Joham, a farmer's son, graduated from high school in Klagenfurt, where he became a member of the Catholic student union Karantania. Then studied law in Innsbruck and Graz (doctorate in 1913). The CV member ( K.Ö.HV Carolina Graz ) worked in various banks in the Alpine region from 1914. From 1921 he held more important functions in the bank for Tyrol and Vorarlberg . During the Great Depression, the insolvency of Creditanstalt (CA) in May 1931 triggered the German banking crisis . Joham became a board member of CA in 1931; the CA was de facto nationalized.
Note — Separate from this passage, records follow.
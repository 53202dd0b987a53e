"""Where does the spread come from? The nested model of batches, modules, sensors, mountings and runs.

  y = (β0 + m0 + s0 + r0) + (β1 + m1 + s1 + r1)·x + e

by restricted maximum likelihood, always with the covariance of intercept and slope, once per generation and
once pooled, on the signal and on its ratio to the session's zero signal.
"""

from __future__ import annotations

from collections.abc import Iterator, Sequence
from dataclasses import dataclass, field, replace
from typing import TYPE_CHECKING

import numpy as np
import numpy.typing as npt
import pandas as pd

from campaign.analyses import variance_frames as frames
from campaign.analyses.run_settling import Settling, find_settling, number_runs
from campaign.analyses.seeds import seed_from
from campaign.analyses.shared_fits import FitTask, Outcome, fit_all
from campaign.analyses.variance_fit import (
    PLACES,
    GenerationFit,
    choose_places,
    session_zeros,
)
from campaign.analyses.variance_model import VarianceModel, build_model
from campaign.analyses.variance_tests import TEST_COLUMNS, runs_of, test_table
from campaign.methods.nested_model import statsmodels_log_likelihood
from campaign.methods.within_run_noise import NoiseCheck, check_noise
from campaign.notices import Notice
from campaign.recordings.description import Description
from campaign.recordings.recording import STRAIN, ReferenceQuantity
from campaign.workers.workshop import Workshop

if TYPE_CHECKING:
    from campaign.analyses.calibration import Calibration

FloatArray = npt.NDArray[np.float64]

ONE_AT_A_TIME = "sensors run one at a time"
SHARED = "runs shared by the sensors of a module"
SIGNAL = "signal"
RATIO = "ratio to the session's zero signal"

MOST_ROWS_CHECKED = 4000
"""Fits of at most this many readings are always compared with statsmodels' likelihood."""


@dataclass(frozen=True)
class Variance:
    """Components of spread of a campaign.

    Attributes
    ----------
    reference
        What x is.
    response
        What the tables are about: ``"signal"``; the ratio stands in the tables whose names begin with
        ``ratio``.
    form
        Whether runs are shared by the sensors of a module, as read from the trials.
    fits
        One a generation, then one pooled (``"all"``) where there are several generations.
    ratio_fits
        The same on the ratio to the session's zero signal; empty where zero was not measured.
    fixed_effects
        generation, term, estimate, standard_error, df, low, high, unit.
    variance_components
        generation, level, term (intercept, slope, correlation, level), estimate, low, high, unit, method, p,
        test, label, called.
    variance_in_strain
        generation, level (with ``total``), place, strain_sd, low, high, share, share_low, share_high, label,
        called, x.
    effects
        generation, level, module, sensor, term (intercept, slope, strain at mid), estimate, low, high, unit.
    identifiability
        generation, component, called, degrees_of_freedom, label, reason.
    precision
        generation, figure, place, strain_sd, low, high, label.
    tests
        generation, component, test, statistic, df1, df2, p, p_adjusted (Holm within a generation).
    certificate
        generation, criterion, log_likelihood_statsmodels, difference, smallest_cone_eigenvalue, evaluations,
        restarts, singular, method.
    new_sensor
        generation, what (new sensor, new module), place, strain_sd, expanded, df, label.
    comparisons
        generation, first, second, place, ratio, low, high, differs: ratios of component SDs.
    ratio_variance_in_strain
        As ``variance_in_strain``; no share is to be compared between the two.
    ratio_zero_noise
        generation, strain_sd: what the noise of the zero reading adds to every ratio of its session.
    noise
        Generation → what the noise inside its runs looks like.
    settling
        Generation → from which run since mounting its runs are alike.
    covariates
        Name → (mean, lowest, highest) of surroundings in the model; empty: they are inside session and
        repetition.
    seed
        Seed of the random numbers, taken from the readings.
    notices
        What a reader must know about the fits.
    """

    reference: ReferenceQuantity
    response: str
    form: str
    fits: tuple[GenerationFit, ...]
    ratio_fits: tuple[GenerationFit, ...]
    fixed_effects: pd.DataFrame
    variance_components: pd.DataFrame
    variance_in_strain: pd.DataFrame
    effects: pd.DataFrame
    identifiability: pd.DataFrame
    precision: pd.DataFrame
    tests: pd.DataFrame
    certificate: pd.DataFrame
    new_sensor: pd.DataFrame
    comparisons: pd.DataFrame
    ratio_variance_in_strain: pd.DataFrame
    ratio_zero_noise: pd.DataFrame
    noise: dict[str, NoiseCheck]
    settling: dict[str, Settling]
    covariates: dict[str, tuple[float, float, float]]
    seed: int
    notices: tuple[Notice, ...] = field(default=())

    @property
    def by_generation(self) -> tuple[GenerationFit, ...]:
        """The fits of single generations, the pooled one left out."""
        return _single(self.fits)

    @property
    def uneven(self) -> frozenset[str]:
        """Generations whose noise inside runs is uneven or autocorrelated."""
        return frozenset(name for name, check in self.noise.items() if check.faults)


def _single(fits: tuple[GenerationFit, ...]) -> tuple[GenerationFit, ...]:
    """The fits of single generations."""
    return tuple(fit for fit in fits if fit.generation != "all" or len(fits) == 1)


def analyse_variance(
    calibration: Calibration, description: Description, workshop: Workshop | None = None
) -> Variance:
    """Fit the nested model to the used readings of a campaign.

    Parameters
    ----------
    calibration
        Its ``readings`` and ``reference``.
    description
        The rated range.
    workshop
        Who fits, and what earlier runs fitted; this process alone where ``None``.

    Returns
    -------
    Variance
        Empty tables with a notice where nothing can be fitted.
    """
    return variance_of_readings(calibration.readings, calibration.reference, description, workshop)


def variance_of_readings(
    readings: pd.DataFrame,
    reference: ReferenceQuantity,
    description: Description,
    workshop: Workshop | None = None,
) -> Variance:
    """Fit the nested model to the used rows of a table of readings.

    Parameters
    ----------
    readings
        The table of readings.
    reference
        What its ``x`` is.
    description
        The rated range.
    workshop
        Who fits, and what earlier runs fitted; this process alone where ``None``.
    """
    notices: list[Notice] = []
    kept, settling = _fitted_readings(readings, notices)
    if kept.empty:
        return _nothing(reference, notices)
    places = choose_places(
        kept["x"].to_numpy(float), _rated(description, reference), has_zero=_has_zero(reference)
    )
    models = tuple(_build_all(kept, kept["signal"].to_numpy(float)))
    of_ratios: list[Notice] = []
    ratio_models = _ratio_models(kept, places, of_ratios)
    outcomes = _outcomes(models, ratio_models, places, workshop or Workshop())
    fits = tuple(_fits_of(models, outcomes[: len(models)], SIGNAL, notices))
    if not fits:
        return replace(_nothing(reference, notices), identifiability=frames.identifiability(models, ()))
    ratio_fits = tuple(_fits_of(ratio_models, outcomes[len(models) :], "ratio", of_ratios))
    zero_noise = _zero_noise(ratio_fits)
    notices += of_ratios
    seed = seed_of(kept)
    noise = {fit.generation: _noise_of(fit, seed) for fit in _single(fits)}
    notices += _noise_notices(noise)
    return _gather(reference, models, fits, ratio_fits, zero_noise, settling, noise, seed, notices)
In 1936 Joham was appointed General Director of the CA by the authoritarian regime of the Austrian corporate state . During the war Joham remained on the board of the CA - presumably also because of his good personal relationship with Hermann Josef Abs . (The Deutsche Bank , which headed Abs, had taken over the CA after the connection ). During the war, Joham also performed high economic functions in East Central Europe. From 1942 Joham worked for the US secret service OSS , the predecessor of the CIA , and provided them with high-level information about the economy in the National Socialist German Reich through Kurt Grimm, who lived in Switzerland .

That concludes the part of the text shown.